Migliaia di persone sono scese in strada negli ultimi giorni in tutte le principali città di Cuba, dove la situazione economica per la popolazione sembra diventata insostenibile. Alternativamente manca l’elettricità, quindi la rete Internet, alcuni generi alimentari e soprattutto, causa Covid, sono spariti i turisti, principale fonte di reddito per un’ampia fetta degli abitanti.

“Chi guida il Paese ha di fronte una scelta: ascoltare la piazza, il popolo, oppure perdere tutto”, ha detto Bertinotti in un’intervista a Repubblica. L’ex leader di Rifondazione comunista riconosce i problemi, pur sottolineando le conquiste ottenute da L’Avana.

“Rimangono fattori caratteristici dell’esperienza cubana come la centralità dell’istruzione, l’eccellenza della sanità pubblica, la solidarietà e l’internazionalismo. Ma la storia si sta esaurendo, ci sono forme di logoramento: il doppio mercato, le disuguaglianze interne, la burocratizzazione: in questa condizione, subendo lo spiazzamento della storia e una stretta economica vigorosa, ci vorrebbe una rivoluzione nella rivoluzione, un ritorno alla lingua originaria, che era quella di ‘tutto il potere al popolo’. Sarebbe un gesto grande e coerente con la nascita del socialismo cubano un governo che oggi dicesse a chi manifesta ‘avete ragione voi’, non solo per ascoltare ma per costruire la storia assieme a quelle persone, senza covare l’illusione che il mercato sia salvifico”.

Insomma, una rivoluzione nella rivoluzione.
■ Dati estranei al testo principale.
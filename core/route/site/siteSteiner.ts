// Steiner tree on the routing grid with bends priced exactly (state expansion).
//
// The expanded graph. A state is (grid node v, direction d of travel on arrival at v): index
// v*8+d. Moving on from (v,d) in direction e costs the move (length × surface + crossings)
// plus the bend from d to e, priced by the true turning angle (bendPenalty·θ/90°); reversing
// is not a move. Every grid node also has a hub: the hub is joined to all eight of its states
// at zero cost, and a tree may only branch at a hub. So a junction can form at any node, a
// branch leaving a junction pays no bend (the fitting is a tee), and along every path between
// hubs each change of direction is charged once at its true angle. A terminal is the hub of its
// grid node; arriving at it from direction d also pays the turn into its stub (attach.ts).
// The tree is stored as grid edges (a bit per direction per node); its cost is the sum of its
// moves, the bend at each node of degree 2 and the turn into each terminal's stub.
//
// Construction: the shortest-path heuristic of Takahashi & Matsuyama (1980) on the expanded
// graph — grow from a root, each round adding the cheapest state path from the tree to a
// terminal not yet joined. While many terminals are left, the next one is taken in Prim order
// over the terminals' Voronoi MST (Mehlhorn 1988, see lowerBound.ts) so that A* (Hart, Nilsson
// & Raphael 1968; estimate = octilinear or rectilinear distance at the cheapest surface) has
// one goal; with few left, all are goals and the nearest is joined. Tree nodes are released to
// the search by coarse cells, cheapest bound first, so a round does not touch the whole tree.
// Local search: key-path exchange (as in Uchoa & Werneck 2010, "Fast local search for Steiner
// trees in graphs"): remove a path between key nodes (terminals, junctions) and reconnect the
// two parts by the cheapest state path near the old one when that is cheaper; star exchange
// (key-vertex elimination and its two-branch variant): remove the key paths at a node and
// reconnect the parts through the hub node with the least summed distance.
// Perturbation: restarts from other roots (seeded order); the cheapest tree wins.
// Effort: the time budget is converted into a number of settled states (deterministic).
Secondo l’ex presidente della Camera infatti chi “lotta in piazza è una risorsa”. Eppure, a giudicare dalla risposta delle autorità cubane, a L’Avana non sembrano pensarla così. Il pugno duro della polizia contro i manifestanti e l’annuncio del presidente Miguel Díaz-Canel in diretta televisiva nazionale che “le piazze appartengono ai rivoluzionari” ha spinto persino l’Unione europea a definire “inaccettabile” la risposta del regime alle manifestazioni.

Le proteste di piazza andate in scena negli ultimi giorni, che secondo l’agenzia di stampa di Stato Acs hanno provocato un morto mentre gli oppositori parlano di decine di arresti e di repressione violenta del dissenso, ricordano per certi versi i cortei del 1994, quando migliaia di persone scesero in piazza a Cuba dopo la crisi economica scatenata dalla fine del sostegno sovietico all’isola.
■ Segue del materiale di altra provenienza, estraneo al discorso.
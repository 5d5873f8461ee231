// DXF syntax for Furrow's entities and layer records, in two flavours: R12 (AC1009: layers by
// name, POLYLINE/VERTEX/SEQEND, handles only when the file uses them) and R2000+ (AC1015 on:
// handles, owner 330 = model-space block record, subclass markers, LWPOLYLINE).
// Group codes per the DXF reference (read).

import { dxfReal, dxfText, handleHex, trueColor, type TextEncoding } from './dxfFormat';
import type { OutEntity, OutLayer } from './trenchEntities';

export interface Flavor {
  /** Version ordinal: 1009 for R12, 1015 for R2000, ... */
  version: number;
  /** Write group 5 handles (always for AC1012+, for R12 only when the file uses handles). */
  handles: boolean;
  /** How text values are encoded (see dxfText). */
  encoding: TextEncoding;
  /** Next free handle; advanced by every record written. */
  next: bigint;
  /** Handle of the model-space BLOCK_RECORD (owner of entities; AC1012+). */
  modelSpace?: string;
  /** Handle of the LAYER table (owner of layer records; AC1012+). */
  layerTable?: string;
  /** Name of the continuous linetype as the file spells it. */
  continuous: string;
  /** Plot style handle for new layer records (group 390), as the file's layer 0 has it. */
  plotStyle?: string;
}

/** Collects group code / value lines. */
export class Tags {
  readonly lines: string[] = [];
  add(code: number, value: string | number): this {
    this.lines.push(String(code).padStart(3, ' '), typeof value === 'number' ? String(value) : value);
    return this;
  }
  real(code: number, x: number): this { return this.add(code, dxfReal(x)); }
  text(eol: string): string { return this.lines.length ? this.lines.join(eol) + eol : ''; }
}

const modern = (f: Flavor): boolean => f.version >= 1012;

function handle(t: Tags, f: Flavor, code = 5): void {
  if (!f.handles) return;
  t.add(code, handleHex(f.next));
  f.next += 1n;
}

export function writeLayerRecord(t: Tags, layer: OutLayer, f: Flavor): void {
  t.add(0, 'LAYER');
  handle(t, f);
  if (modern(f)) {
    if (f.layerTable) t.add(330, f.layerTable);
    t.add(100, 'AcDbSymbolTableRecord').add(100, 'AcDbLayerTableRecord');
  }
  t.add(2, dxfText(layer.name, f.encoding)).add(70, 0).add(62, layer.color).add(6, f.continuous);
  if (modern(f)) {
    t.add(370, -3);
    if (f.plotStyle) t.add(390, f.plotStyle);
  }
}

/** A CONTINUOUS linetype record, for files that lack one. */
export function writeContinuousLtype(t: Tags, f: Flavor, ltypeTable?: string): void {
  t.add(0, 'LTYPE');
  handle(t, f);
  if (modern(f)) {
    if (ltypeTable) t.add(330, ltypeTable);
    t.add(100, 'AcDbSymbolTableRecord').add(100, 'AcDbLinetypeTableRecord');
  }
  t.add(2, f.continuous).add(70, 0).add(3, 'Solid line').add(72, 65).add(73, 0).real(40, 0);
}

function common(t: Tags, type: string, e: OutEntity, f: Flavor): void {
  t.add(0, type);
  handle(t, f);
  if (modern(f)) {
    if (f.modelSpace) t.add(330, f.modelSpace);
    t.add(100, 'AcDbEntity');
  }
  t.add(8, dxfText(e.layer, f.encoding));
  if (e.color !== undefined) t.add(62, e.color);
  if (f.version >= 1018 && 'hex' in e && e.hex) {
    const tc = trueColor(e.hex);
    if (tc !== null) t.add(420, tc);
  }
}

export function writeEntity(t: Tags, e: OutEntity, f: Flavor): void {
  switch (e.type) {
    case 'polyline': {
      const n = e.points.length / 2;
      if (f.version >= 1014) {
        // LWPOLYLINE exists from R14 (AC1014) on
        common(t, 'LWPOLYLINE', e, f);
        t.add(100, 'AcDbPolyline').add(90, n).add(70, e.closed ? 1 : 0).real(43, 0);
        for (let i = 0; i < e.points.length; i += 2) t.real(10, e.points[i]).real(20, e.points[i + 1]);
        return;
      }
      // R12 and R13: POLYLINE / VERTEX / SEQEND; in R13 the vertices and SEQEND are owned by the POLYLINE
      const polyHandle = f.handles ? handleHex(f.next) : undefined;
      common(t, 'POLYLINE', e, f);
      if (modern(f)) t.add(100, 'AcDb2dPolyline');
      t.add(66, 1).real(10, 0).real(20, 0).real(30, 0).add(70, e.closed ? 1 : 0);
      const sub = (type: string): void => {
        t.add(0, type);
        handle(t, f);
        if (modern(f)) {
          if (polyHandle) t.add(330, polyHandle);
          t.add(100, 'AcDbEntity');
        }
        t.add(8, dxfText(e.layer, f.encoding));
        if (e.color !== undefined) t.add(62, e.color);
      };
      for (let i = 0; i < e.points.length; i += 2) {
        sub('VERTEX');
        if (modern(f)) t.add(100, 'AcDbVertex').add(100, 'AcDb2dVertex');
        t.real(10, e.points[i]).real(20, e.points[i + 1]).real(30, 0);
      }
      sub('SEQEND');
      return;
    }
    case 'circle':
      common(t, 'CIRCLE', e, f);
      if (modern(f)) t.add(100, 'AcDbCircle');
      t.real(10, e.x).real(20, e.y).real(30, 0).real(40, e.r);
      return;
    case 'line':
      common(t, 'LINE', e, f);
      if (modern(f)) t.add(100, 'AcDbLine');
      t.real(10, e.x1).real(20, e.y1).real(30, 0).real(11, e.x2).real(21, e.y2).real(31, 0);
      return;
    case 'text':
      common(t, 'TEXT', e, f);
      if (modern(f)) t.add(100, 'AcDbText');
      t.real(10, e.x).real(20, e.y).real(30, 0).real(40, e.height).add(1, dxfText(e.text, f.encoding));
      if (e.rotationDeg !== 0) t.real(50, e.rotationDeg);
      if (modern(f)) t.add(100, 'AcDbText');
      return;
  }
}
Allora Fidel Castro fu costretto ad aprire le porte del Paese: decine di migliaia di cubani colsero l’occasione, rischiando la vita per imbarcarsi su barconi improvvisati verso gli Stati Uniti. La situazione si placò solo con una progressiva apertura economica e con nuovi accordi migratori con Washington: quella crisi fu chiamata il “Maleconazo“.

Da allora, per la prima volta in sei decenni, né Fidel Castro, morto nel 2016, né suo fratello Raul, che ha superato i 90 anni, gestiscono più il potere. Ad aprile, il fratello del leader storico cubano ha annunciato che si sarebbe dimesso dalla carica di primo segretario del Partito Comunista e da allora quel ruolo è stato ricoperto da Miguel Diaz-Canel, che era stato nominato presidente nel 2018 e ora ricopre entrambi gli incarichi, senza grande carisma.

Forse non più vincolati dalla lealtà personale ai Castro, molti cubani scesi in strada chiedono proprio le dimissioni del nuovo leader, che ha risposto incolpando delle proteste la “asfissia economica” provocata dagli Stati Uniti e le campagne sui social media di una minoranza di “controrivoluzionari”. “Nelle ultime settimane la campagna contro la rivoluzione cubana è aumentata sui social media, attingendo ai problemi e alle carenze che stiamo vivendo”, ha detto il 61enne Diaz-Canel in un discorso televisivo.

Washington ha imposto per la prima volta sanzioni contro Cuba nel 1958. Da allora, gli Stati Uniti hanno alternativamente ridotto o ampliato l’embargo contro l’isola, opponendosi sempre alle richieste delle Nazioni Unite di risparmiare al Paese il blocco economico.

Dopo le aperture di Barack Obama nel 2014, che hanno portato a maggiori aperture a Cuba, Donald Trump ha scelto di reimporre le sanzioni, mentre l’attuale presidente Joe Biden non ha ancora assunto una posizione chiara in merito, indeciso se tentare la via del cambio di regime alimentando le proteste di piazza ma rischiando così un’ondata migratoria verso le coste della Florida.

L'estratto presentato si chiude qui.